_Activity_: Begin with the line where "for facts in" appears. Set down that line and the rest of the records below it exactly as given.

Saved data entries

Start of Block

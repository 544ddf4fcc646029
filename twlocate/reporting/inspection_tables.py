"""Tables of what is in recordings, for a terminal."""

from collections.abc import Sequence
from typing import Any, Literal

from rich.box import SIMPLE_HEAD
from rich.console import Console, Group, RenderableType
from rich.table import Table
from rich.text import Text

SHOWN_STATUS = 12
SHOWN_STRETCHES = 12
TIME_UNITS = ((86400.0, "days"), (3600.0, "h"), (1.0, "s"), (1e-3, "ms"), (1e-6, "µs"), (1e-9, "ns"))
CLOCK_STYLES = {"free": "bold red", "unstated": "yellow", "usable": "green"}


def print_inspection(facts: dict[str, Any]) -> None:
    """Print a table a record, what several have in common, and the cautions."""
    console = Console(highlight=False)
    for record in facts["records"]:
        console.print(record_block(record))
    if len(facts["records"]) > 1:
        console.print(comparison_block(facts["records"], facts["overlap"]))
    if facts["records"]:
        console.print(Text("\n".join(facts["cautions"]), style="italic"))


def duration(seconds: float | None, digits: int = 4) -> str:
    """Return a time with the unit that suits its size."""
    if seconds is None:
        return "-"
    size, unit = next(((size, unit) for size, unit in TIME_UNITS if abs(seconds) >= size), TIME_UNITS[-1])
    return f"{seconds / size:.{digits}g} {unit}" if seconds else "0 s"


def clock_state(clock: dict[str, Any]) -> str:
    """Return the state of a clock in a word: usable, unstated (usable once its accuracy is known) or free."""
    if not clock["usable"]:
        return "free"
    return "unstated" if clock["u_s"] is None else "usable"


def clock_text(clock: dict[str, Any]) -> Text:
    """Return what may be concluded from the clock."""
    state = clock_state(clock)
    text = {
        "free": "free: its absolute time must not be compared with another record's",
        "unstated": "usable once its accuracy is stated in the case",
        "usable": f"standard uncertainty {duration(clock['u_s'], 3)}",
    }[state]
    return Text(text, style=CLOCK_STYLES[state])


def record_block(facts: dict[str, Any]) -> Group:
    """Return what is shown of one record."""
    blank = Text("")
    parts: list[RenderableType] = [Text(facts["file"], style="bold"), _head(facts), blank]
    parts += [_channel_table(facts["channels"]), blank] if facts["channels"] else []
    parts += [_status_lines(facts["status"]), blank] if facts["status"] else []
    parts += [_repair_table(facts["repairs"]) if facts["repairs"] else Text("  read without repairs"), blank]
    return Group(*parts)


def _head(facts: dict[str, Any]) -> Table:
    grid = Table.grid(padding=(0, 2))
    grid.add_column(style="dim", min_width=10)
    rows: list[tuple[str, str | Text]] = [
        ("  format", facts["format"]),
        ("  station", "  ".join(text for text in (facts["station"], facts["device"]) if text)),
        ("  start", _start_text(facts)),
        ("  trigger", "" if facts["trigger_s"] is None else f"{facts['trigger_s']:.9g} s after the start"),
        ("  clock", clock_text(facts["clock"])),
        *(("", note) for note in facts["clock"]["notes"]),
        *(("  samples", text) for text in _stretch_texts(facts["stretches"])),
        ("  line", "" if facts["line_frequency_hz"] is None else f"{facts['line_frequency_hz']:g} Hz"),
    ]
    shown_label = ""
    for label, value in rows:
        if value:
            grid.add_row(label if label != shown_label else "", value if isinstance(value, Text) else Text(value))
            shown_label = label or shown_label
    return grid


def _start_text(facts: dict[str, Any]) -> str:
    if facts["start"] is None:
        return "no absolute time"
    offset_s = facts["clock"]["utc_offset_s"]
    local = f", file stamped {offset_s / 3600:+g} h from UTC" if offset_s else ""
    return f"{facts['start']} (to {duration(facts['resolution_ns'] * 1e-9)}{local})"


def _stretch_texts(stretches: Sequence[dict[str, Any]]) -> list[str]:
    texts = [_stretch_text(stretch, len(stretches) > 1) for stretch in stretches[:SHOWN_STRETCHES]]
    return texts + _more(len(stretches) - SHOWN_STRETCHES, "stretches")


def _more(hidden: int, what: str) -> list[str]:
    return [f"and {hidden} more {what}: --json lists all"] if hidden > 0 else []


def _stretch_text(stretch: dict[str, Any], several: bool) -> str:
    start = f"from {stretch['start_s']:.9g} s " if several or stretch["start_s"] else ""
    spacing = "at" if stretch["even"] else "uneven, by their stamps, on average at"
    return f"{stretch['count']} {start}over {stretch['span_s']:.6g} s, {spacing} {stretch['rate_hz']:.9g} Hz"


COLUMNS = ("channel", "unit", "least", "greatest", "step", "at limit", "missing", "skew", "side")
NUMERIC_COLUMNS = COLUMNS[2:8]


def _table(title: str | None = None) -> Table:
    return Table(box=SIMPLE_HEAD, show_edge=False, title=title, title_justify="left", title_style="bold")


def _channel_table(channels: Sequence[dict[str, Any]]) -> Table:
    """Return the table of analog channels, without the columns that would say nothing."""
    rows = [_channel_row(channel) for channel in channels]
    telling = [any(row[index] not in ("", "0", "-") for row in rows) for index in range(len(COLUMNS))]
    shown = [index for index, tells in enumerate(telling) if tells or index == 0]
    table = _table()
    for index in shown:
        numeric = COLUMNS[index] in NUMERIC_COLUMNS
        table.add_column(COLUMNS[index], justify="right" if numeric else "left", overflow="fold", no_wrap=numeric)
    for row in rows:
        table.add_row(*(Text(row[index]) for index in shown))
    return table


def _channel_row(channel: dict[str, Any]) -> list[str]:
    side = channel["side"]
    return [
        channel["name"],
        channel["unit"],
        *("-" if channel[key] is None else f"{channel[key]:.5g}" for key in ("least", "greatest", "step")),
        str(channel["at_limit"] or 0),
        str(channel["missing"]),
        duration(channel["skew_s"]) if channel["skew_s"] else "0",
        f"{side[:3]} {channel['ratio']:.5g}:1" if side and channel["ratio"] not in (None, 1.0) else side,
    ]


def _status_lines(status: Sequence[dict[str, Any]]) -> Text:
    changing = [channel for channel in status if channel["changes"]]
    lines = [f"  {len(status)} status channels, {len(changing)} of which change"]
    for channel in sorted(changing, key=lambda channel: channel["changes"][0][0])[:SHOWN_STATUS]:
        when, state = channel["changes"][0]
        times = len(channel["changes"])
        again = f", {times} changes in all" if times > 1 else ""
        lines.append(f"    {channel['name'] or '(no name)'}: {state} at {when:.6g} s{again}")
    lines += [f"    {text}" for text in _more(len(changing) - SHOWN_STATUS, "that change")]
    return Text("\n".join(lines))


def _repair_table(repairs: Sequence[dict[str, Any]]) -> Table:
    table = _table("repairs made in reading")
    for title in ("departure", "where", "assumed", "how sure"):
        table.add_column(title, overflow="fold")
    for repair in repairs:
        table.add_row(*(Text(repair[key]) for key in ("what", "where", "assumed", "confidence")))
    return table


def comparison_block(records: Sequence[dict[str, Any]], overlap: dict[str, Any] | None) -> Group:
    """Return clocks and spans of several records side by side."""
    table = _table("side by side")
    for title in ("file", "start", "seconds", "clock", "u (k = 1)"):
        justify: Literal["left", "right"] = "right" if title == "seconds" else "left"
        table.add_column(title, overflow="fold", justify=justify, no_wrap=title != "file")
    for facts in records:
        state = clock_state(facts["clock"])
        name = Text(facts["file"].replace("\\", "/").rpartition("/")[2])
        cells = (facts["start"] or "-", f"{facts['end_s']:.6g}", Text(state, style=CLOCK_STYLES[state]))
        table.add_row(name, *cells, duration(facts["clock"]["u_s"], 3))
    return Group(table, Text(""), Text(overlap_text(overlap, len(records))), Text(""))


def overlap_text(overlap: dict[str, Any] | None, count: int) -> str:
    """Return in a sentence how the records lie in time."""
    if overlap is None:
        return "  fewer than two records have an absolute time: how they lie in time is unknown"
    which = "all" if overlap["records"] == count else f"the {overlap['records']} with an absolute time"
    if overlap["span_s"] < 0.0:
        return f"  {which} share no moment: {duration(-overlap['span_s'])} between one's end and another's start"
    return f"  {which} overlap for {duration(overlap['span_s'], 6)}"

End of Block

_Solution for this problem_:
    for facts in records:
        state = clock_state(facts["clock"])
        name = Text(facts["file"].replace("\\", "/").rpartition("/")[2])
        cells = (facts["start"] or "-", f"{facts['end_s']:.6g}", Text(state, style=CLOCK_STYLES[state]))
        table.add_row(name, *cells, duration(facts["clock"]["u_s"], 3))
    return Group(table, Text(""), Text(overlap_text(overlap, len(records))), Text(""))


def overlap_text(overlap: dict[str, Any] | None, count: int) -> str:
    """Return in a sentence how the records lie in time."""
    if overlap is None:
        return "  fewer than two records have an absolute time: how they lie in time is unknown"
    which = "all" if overlap["records"] == count else f"the {overlap['records']} with an absolute time"
    if overlap["span_s"] < 0.0:
        return f"  {which} share no moment: {duration(-overlap['span_s'])} between one's end and another's start"
    return f"  {which} overlap for {duration(overlap['span_s'], 6)}"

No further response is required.